Caldas solicitou ao Procon/MA, à Comissão de Obras da Assembleia e ao Ministério Público Estadual que investiguem os preços praticados no setor da construção civil. No caso do tijolo, de acordo com o parlamentar, os valores subiram demasiadamente, mesmo o produto sendo fabricado no Maranhão, com matéria-prima local.

“Não há motivos para que o preço do tijolo aumente em cerca de 30%, assim como o valor do cimento também não se justifica. O ferro subiu em torno de 16%. Isso é um absurdo para um país que tenta sair de uma pandemia e de uma crise econômica.

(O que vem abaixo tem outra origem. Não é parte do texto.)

/** Keys of an element itself: its id, its classes and (for an Inkscape layer or group) its label. */
function ownKeys(el: XmlElement): string[] {
  const keys: string[] = [];
  const id = el.attrs.get('id');
  if (id) keys.push(id);
  for (const c of (el.attrs.get('class') ?? '').split(/\s+/)) if (c) keys.push(c);
  if (el.inkscapeLabel) keys.push(el.inkscapeLabel);
  return keys;
}

/** Elements whose content is never drawn directly, or is not geometry. */
const SKIP = new Set(['defs', 'symbol', 'clipPath', 'mask', 'pattern', 'marker', 'linearGradient', 'radialGradient', 'filter', 'metadata', 'title', 'desc', 'style', 'script', 'foreignObject']);
const NOT_GEOMETRY = new Set(['text', 'image']);
const SHAPES = new Set(['path', 'rect', 'circle', 'ellipse', 'line', 'polyline', 'polygon']);

/** The unit map: user units (y down) -> model coordinates (y up, model length unit). */
function rootMap(root: XmlElement, opts: ReadOptions): { map: Affine; unit: string; warnings: string[] } {
  const warnings: string[] = [];
  const vb = (root.attrs.get('viewBox') ?? '').trim().split(/[\s,]+/).filter(Boolean).map(Number);
  const hasViewBox = vb.length === 4 && vb.every(Number.isFinite);
  if (root.attrs.has('viewBox') && !hasViewBox) {
    throw new DrawingError(`the viewBox "${root.attrs.get('viewBox')}" of the <svg> element is not four numbers`, 'write viewBox="min-x min-y width height"');
  }
  if (hasViewBox && !(vb[2] > 0 && vb[3] > 0)) throw new DrawingError(`the viewBox "${root.attrs.get('viewBox')}" has no area`, 'give it a positive width and height');
  const w = parseLength(root.attrs.get('width'));
  const h = parseLength(root.attrs.get('height'));
  let sx: number; // metres per user unit, in x and y
  let sy: number;
  let unit: string;
  if (opts.unit) {
    sx = sy = DRAWING_UNIT_METRES[opts.unit];
    unit = `${opts.unit} (from the model's "unit")`;
  } else {
    for (const [name, l] of [
      ['width', w],
      ['height', h],
    ] as const) {
      if (!l) continue;
      if (!Number.isFinite(l.value) || (l.unit !== '' && !(l.unit in ABSOLUTE_CSS) && l.unit !== '%' && l.unit !== 'em' && l.unit !== 'ex')) {
        throw new DrawingError(
          `the SVG ${name} "${root.attrs.get(name)}" has a unit raiser does not know`,
          `the units of an SVG length are px, pt, pc, mm, cm, in and Q; or say what one drawing unit is with "unit" in the model (for example "unit": "mm")`,
        );
      }
      if (l.unit === '%' || l.unit === 'em' || l.unit === 'ex') {
        throw new DrawingError(
          `the SVG ${name} "${root.attrs.get(name)}" is relative (${l.unit}), so the drawing has no physical size`,
          'say what one drawing unit is with "unit" in the model (for example "unit": "mm"), or give the <svg> element a width in mm or in',
        );
      }
    }
    const metres = (l: { value: number; unit: string }) => l.value * ABSOLUTE_CSS[l.unit === '' ? 'px' : l.unit];
    if (hasViewBox && (w || h)) {
      const fx = w ? metres(w) / vb[2] : undefined;
      const fy = h ? metres(h) / vb[3] : undefined;
      const par = (root.attrs.get('preserveAspectRatio') ?? '').trim();
      if (par.startsWith('none') && fx !== undefined && fy !== undefined) {
        sx = fx;
        sy = fy;
      } else {
        // "meet" (the default): the viewBox is scaled uniformly to fit inside width x height.
        sx = sy = Math.min(fx ?? Infinity, fy ?? Infinity);
      }
      const physical = (w && w.unit !== '' && w.unit !== 'px') || (h && h.unit !== '' && h.unit !== 'px');
      unit = physical ? `${fmt(sx * 1000)} mm per user unit (from the width and height over the viewBox)` : `${fmt(sx / DRAWING_UNIT_METRES.px)} px per user unit (width and height in px over the viewBox; 1 px = 1/96 in)`;
      if (!physical) warnings.push(`${opts.file} gives its size in px, not in a physical unit; 1 px is taken as 1/96 in by the SVG rules`);
    } else {
      sx = sy = DRAWING_UNIT_METRES.px;
      unit = 'px = 1/96 in (SVG rules: user units are px without a viewBox)';
      warnings.push(`${opts.file} gives no physical size, so its user units are px = 1/96 in by the SVG rules`);
    }
    if (!(sx > 0 && sy > 0 && Number.isFinite(sx) && Number.isFinite(sy))) throw new DrawingError('the SVG width or height is zero', 'give the <svg> element a positive width and height, or give "unit" in the model');
  }
  // Origin at the bottom-left of the viewBox (or canvas), y up.
  let x0 = 0;
  let yBottom = 0;
  if (hasViewBox) {
    x0 = vb[0];
    yBottom = vb[1] + vb[3];
  } else if (h && Number.isFinite(h.value) && (h.unit === '' || h.unit === 'px')) {
    yBottom = h.value;
  } else if (h && Number.isFinite(h.value) && h.unit in ABSOLUTE_CSS) {
    yBottom = (h.value * ABSOLUTE_CSS[h.unit]) / DRAWING_UNIT_METRES.px;
  }
  const k = opts.scale / opts.modelUnitMetres;
  const map = compose(scaling(sx * k, -sy * k), translation(-x0, -yBottom));
  return { map, unit, warnings };
}

function fmt(v: number): string {
  return Number(v.toPrecision(6)).toString();
}

/** Reads an SVG document into pieces in model coordinates. */
export function readSvg(text: string, opts: ReadOptions): ReadDrawing {
  const root = parseXml(text);
  if (root.local !== 'svg') throw new DrawingError(`the file's root element is <${root.local}>, not <svg>`, 'give an SVG drawing');
  const { map, unit, warnings } = rootMap(root, opts);
  const notes: string[] = [];
  const pieces: Piece[] = [];
  const keysSeen = new Set<string>();
  const byId = new Map<string, XmlElement>();
  // An explicit stack: the tree may be as deep as MAX_XML_DEPTH.
  for (const todo = [root]; todo.length; ) {
    const el = todo.pop()!;
    const id = el.attrs.get('id');
    if (id && !byId.has(id)) byId.set(id, el);
    for (let k = el.children.length - 1; k >= 0; k--) todo.push(el.children[k]);
  }
  const ignore = new Set(opts.ignore);
  const skipped = new Map<string, number>();
  const note = (what: string) => skipped.set(what, (skipped.get(what) ?? 0) + 1);
  const budget = new ExpansionBudget('elements', 'that a <use> makes');

  const walk = (el: XmlElement, ctm: Affine, inherited: string[], depth: number, isRoot: boolean) => {
    if (el.uri !== SVG_NS && el.uri !== '') return; // editor data (Inkscape's namedview and the like)
    budget.chargeItem(() => describe(el));
    if (depth > 64) throw new DrawingError(`${describe(el)}: elements nested more than 64 deep (a <use> that refers to itself?)`, 'remove the loop of references');
    if (SKIP.has(el.local)) return;
    if (hidden(el)) {
      note('hidden elements');
      return;
    }
    const own = isRoot ? [] : ownKeys(el);
    for (const k of own) keysSeen.add(k);
    const keys = [...inherited, ...own];
    if (keys.some((k) => ignore.has(k))) {
      note('elements left out by "ignore"');
      return;
    }
    if (NOT_GEOMETRY.has(el.local)) {
      note(`<${el.local}> elements (not geometry)`);
      return;
    }
    const m = isRoot ? ctm : compose(ctm, transformOf(el));
    if (el.local === 'svg' && !isRoot) {
      throw new DrawingError(`${describe(el)}: a nested <svg> element is not supported`, 'ungroup it in the drawing program, or put its content in a <g>');
    }
    if (el.local === 'svg' || el.local === 'g' || el.local === 'a' || el.local === 'switch') {
      for (const c of el.children) walk(c, m, keys, depth + 1, false);
      return;
    }
    if (el.local === 'use') {
      const href = el.attrs.get('href') ?? el.xlinkHref ?? '';
      const target = href.startsWith('#') ? byId.get(href.slice(1)) : undefined;
      if (!target) throw new DrawingError(`${describe(el)}: it refers to "${href}", which is not an element of this drawing`, 'point href at the id of an element in the same file');
      const placed = compose(m, translation(num(el, 'x'), num(el, 'y')));
      if (target.local === 'symbol') {
        if (target.attrs.has('viewBox')) throw new DrawingError(`${describe(el)}: a <symbol> with its own viewBox is not supported`, 'unlink the clone in the drawing program (convert it to plain shapes)');
        for (const c of target.children) walk(c, placed, keys, depth + 1, false);
      } else {
        walk(target, placed, keys, depth + 1, false);
      }
      return;
    }
    if (!SHAPES.has(el.local)) {
      throw new DrawingError(`${describe(el)}: <${el.local}> elements are not supported`, `draw the profile with path, rect, circle, ellipse, line, polyline and polygon, or leave this element out with "ignore"`);
    }
    const local = shapePieces(el);
    budget.chargeCurves(local.reduce((k, lp) => k + lp.curves.length, 0), () => describe(el));
    for (const lp of local) {
      const curves: DrawnCurve[] = [];
      for (const c of lp.curves) {
        const mc = mapCurve(c, m);
        if (!mc) throw new DrawingError(`${describe(el)}: its transform flattens an arc to a line`, 'check the transform (a scale of 0?)');
        curves.push({ curve: mc, tags: [...new Set(keys)], origin: describe(el) });
      }
      if (curves.length === 0) continue;
      const id = el.attrs.get('id');
      pieces.push({ curves, closed: lp.closed, origin: describe(el), keys: [...new Set(keys)], name: id });
    }
    if (local.length === 0) note('empty shapes (zero size)');
  };
  walk(root, map, [], 0, true);
  for (const [what, n] of skipped) notes.push(`${what} skipped: ${n}`);
  return { pieces, unit, notes, warnings, keys: [...keysSeen] };
}

interface LocalPiece {
  curves: Curve[];
  closed: boolean;
}

function line(x0: number, y0: number, x1: number, y1: number): Curve {
  return { kind: 'line', x0, y0, x1, y1 };
}

/** An axis-aligned elliptical arc in user space: centre, radii, start angle and sweep (radians). */
function conic(cx: number, cy: number, rx: number, ry: number, t0: number, sweep: number): Curve {
  return rx === ry ? { kind: 'arc', cx, cy, r: rx, a0: t0, sweep } : { kind: 'ellipse', cx, cy, a: rx, b: ry, rot: 0, t0, sweep };
}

Os empresários, as fábricas e os distribuidores estão abusando” - afirmou.

Denúncias:

O deputado garantiu que recebeu denúncias de compradores de materiais de construção, mas acrescentou que os preços abusivos estão sendo praticados também em outros setores da economia. “Isto porque tudo estava parado e somente agora as pessoas estão retomando seus projetos de construção, fato que levou a essa prática danosa para com os clientes, principalmente por parte dos distribuidores”, explicou.

Segundo o parlamentar, muita gente perdeu suas casas no inverno e não está podendo reconstruir, “porque as distribuidoras estão segurando o cimento”. “Primeiro, os abusos relacionavam-se aos preços dos equipamentos usados para combater a Covid-19. E agora, que as coisas começaram a voltar ao normal, os abusos se voltam para o setor da construção civil”, lamentou.